El ministro Westerwelle y la canciller Ángela Merker. Autor: Getty Images Publicado: 21/09/2017 | 04:54 pm
La canciller federal alemana, Ángela Merkel, de la conservadora Unión Cristiano-Demócrata, no veía la hora de que se terminara su período de gobierno de coalición con los socialdemócratas (una versión acuosa de la famosa mezcla entre el aceite y el vinagre). Suspiraba, en cambio, por un futuro matrimonio con los liberales, liderados por un señor llamado Guido Westerwelle, el preferido por las grandes empresas amantes de los impuestos bajos.
Las elecciones de septiembre de 2009 le cumplieron a ella su sueño, cuando el Partido Liberal (FDP) se echó en el bolsillo los votos suficientes para acompañar en una nueva alianza a la CDU y a los socialcristianos de la sureña Baviera (CSU, partido hermano de la CDU). Hubo boda con cake y todo, y Westerwelle quedó como vicecanciller federal y ministro de Relaciones Exteriores.

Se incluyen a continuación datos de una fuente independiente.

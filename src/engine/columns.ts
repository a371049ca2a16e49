import type { Columns } from "./engine.ts";

/** Sums of many values that came one under the other, cut into the columns of each. */

// Enough for nearly every plan to need one statement; a statement of a thousand values would take long to plan.
const AT_ONCE = 64;

/** The columns of each value, by grouping. */
export async function someAtATime<T, Table>(
  values: readonly T[],
  ask: (some: readonly T[]) => Promise<Columns>,
  tables: (columns: Columns) => (from: number, to: number) => Table,
): Promise<((grouping: number) => Table)[]> {
  const found: ((grouping: number) => Table)[] = [];
  for (let from = 0; from < values.length; from += AT_ONCE) {
    const some = values.slice(from, from + AT_ONCE);
    const columns = await ask(some);
    const table = tables(columns);
    const runs = runsOf(columns.counts("part"), columns.counts("grouping"));
    found.push(
      ...some.map((_, at) => (grouping: number) => {
        const [first, end] = runs.get(`${at}/${grouping}`) ?? [0, 0];
        return table(first, end);
      }),
    );
  }
  return found;
}

/** From where to where the rows of one part and grouping stand. */
function runsOf(parts: readonly number[], groupings: readonly number[]): Map<string, readonly [number, number]> {
  const runs = new Map<string, readonly [number, number]>();
  for (let first = 0, i = 1; i <= parts.length; i++) {
    if (i < parts.length && parts[i] === parts[first] && groupings[i] === groupings[first]) continue;
    runs.set(`${parts[first]}/${groupings[first]}`, [first, i]);
    first = i;
  }
  return runs;
}

export interface Groups {
  readonly variant: readonly number[];
  readonly bucket: readonly number[];
  readonly n: readonly number[];
}
export type PairColumns = Groups &
  Readonly<Record<"high11" | "low11" | "high10" | "low10" | "high20" | "low20" | "totalY", readonly bigint[]>>;

/** Each column is parsed once and cut into tables. */
function cut<T>(column: readonly T[]): (from: number, to: number) => T[] {
  return (from, to) => column.slice(from, to);
}

function groupColumns(columns: Columns) {
  const [variant, bucket, n] = [
    cut(columns.counts("variant")),
    cut(columns.counts("bucket")),
    cut(columns.counts("n")),
  ];
  return (from: number, to: number) => ({ variant: variant(from, to), bucket: bucket(from, to), n: n(from, to) });
}

function powerColumns(columns: Columns) {
  const groups = groupColumns(columns);
  const [high1, high2, high3, high4] = [
    wholes(columns, "h1"),
    wholes(columns, "h2"),
    wholes(columns, "h3"),
    wholes(columns, "h4"),
  ];
  const [low1, low2, low3, low4] = [
    wholes(columns, "l1"),
    wholes(columns, "l2"),
    wholes(columns, "l3"),
    wholes(columns, "l4"),
  ];
  return (from: number, to: number) => ({
    ...groups(from, to),
    high1: high1(from, to),
    high2: high2(from, to),
    high3: high3(from, to),
    high4: high4(from, to),
    low1: low1(from, to),
    low2: low2(from, to),
    low3: low3(from, to),
    low4: low4(from, to),
  });
}

const wholes = (columns: Columns, column: string) => cut(columns.wholes(column));

export function cellColumns(columns: Columns) {
  const powers = powerColumns(columns);
  const [total, smallest, largest] = [
    cut(columns.nanos("total")),
    cut(columns.nanos("least")),
    cut(columns.nanos("most")),
  ];
  return (from: number, to: number) => ({
    ...powers(from, to),
    total: total(from, to),
    smallest: smallest(from, to),
    largest: largest(from, to),
  });
}

export function doubleColumns(columns: Columns) {
  const powers = powerColumns(columns);
  const [smallest, largest] = [cut(columns.reals("least")), cut(columns.reals("most"))];
  return (from: number, to: number) => ({
    ...powers(from, to),
    smallest: smallest(from, to),
    largest: largest(from, to),
  });
}

export function pairColumns(columns: Columns) {
  const groups = groupColumns(columns);
  const [high11, low11] = [wholes(columns, "h11"), wholes(columns, "l11")];
  const [high10, low10] = [wholes(columns, "h10"), wholes(columns, "l10")];
  const [high20, low20] = [wholes(columns, "h20"), wholes(columns, "l20")];
  const totalY = cut(columns.nanos("y"));
  return (from: number, to: number): PairColumns => ({
    ...groups(from, to),
    high11: high11(from, to),
    low11: low11(from, to),
    high10: high10(from, to),
    low10: low10(from, to),
    high20: high20(from, to),
    low20: low20(from, to),
    totalY: totalY(from, to),
  });
}
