import path from "node:path";
import type { Plan } from "../plan/index.ts";
import type { Engine } from "./engine.ts";
import { fingerprint } from "./files.ts";
import type { Layout } from "./layout.ts";
import { delimitedHeader } from "./open.ts";
import { join, name, type Statement, sql } from "./sql/index.ts";
import type { InputFile } from "./types.ts";
import { UnusableLog } from "./unusable.ts";

/**
 * Lists of unit ids that filters name: one id a line, or a column headed like the unit's.
 * Writes  list_<i>: id
 */
export async function readLists(plan: Plan, layout: Layout, folder: string, engine: Engine): Promise<InputFile[]> {
  const read: InputFile[] = [];
  const unitColumns = plan.log.map((source) => source.columns.unit);
  for (const filter of layout.unitFilters) {
    if (filter.kind !== "listed") continue;
    const file = path.resolve(folder, filter.listedIn);
    const delimiter = /\.tsv(\.gz|\.zst)?$/i.test(file) ? "\t" : ",";
    const header = (await delimitedHeader(file, delimiter)).columns;
    const column = header.findIndex((cell) => unitColumns.includes(cell));
    if (column < 0 && header.length > 1) {
      throw new UnusableLog(
        `${filter.listedIn} has several columns and none is headed ${unitColumns.join(" or ")}. Give one id a line, or head the column of ids like the unit's.`,
      );
    }
    await engine.run(listTable(filter.list, file, delimiter, header.length, column));
    const [row] = await engine.query(sql`SELECT count(*) AS ids FROM ${name(`list_${filter.list}`)}`);
    read.push({ name: filter.listedIn, ...(await fingerprint(file)), rows: Number(row?.ids ?? 0n) });
  }
  return read;
}

function listTable(list: number, file: string, delimiter: string, width: number, column: number): Statement {
  const columns = Array.from({ length: Math.max(width, 1) }, (_, i) => sql`${`c${i}`}: 'VARCHAR'`);
  const id = name(`c${Math.max(column, 0)}`);
  return sql`
    CREATE TEMP TABLE ${name(`list_${list}`)} AS
    SELECT ${id} AS id
    FROM read_csv(${file}, auto_detect = false, header = ${column >= 0}, columns = {${join(columns, ", ")}},
      delim = ${delimiter}, quote = '"', escape = '"', nullstr = '', strict_mode = false, null_padding = true)
    WHERE ${id} IS NOT NULL`;
}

Ahora bien, cuando han trascurrido poco más de cien días de gobierno, el señor hala tanto para la derecha que obliga a sus socios democristianos a desmarcarse de él. Lo último que tiró fue que en Alemania hay una suerte de «socialismo espiritual», en el que muchos se preocupan más por quienes viven de ayudas sociales que por quienes trabajan y pagan impuestos. Tal bienestar invitaría, según él, a una «vida propia de la decadencia romana».
«Pan y circo», decían los gobernantes romanos para significar que, mientras la gente comiera a expensas del Estado, no daría dolores de cabeza. Pero ignoro en qué parte de la historia de Los Doce Césares leyó Westerwelle que Roma tuviera, no a miles de vagos que recibían sin mucho sudor unas monedas para subsistir, sino a 3,3 millones de desempleados cuya situación no es culpa de ellos, sino de un sistema que priorizó las ganancias empresariales y la especulación sin tener en cuenta las necesidades reales de consumo, por lo que ahora los trabajadores pagan la factura. Si no se les ayudara entonces a escapar del pantano que crearon otros, ¿para qué serviría un gobierno?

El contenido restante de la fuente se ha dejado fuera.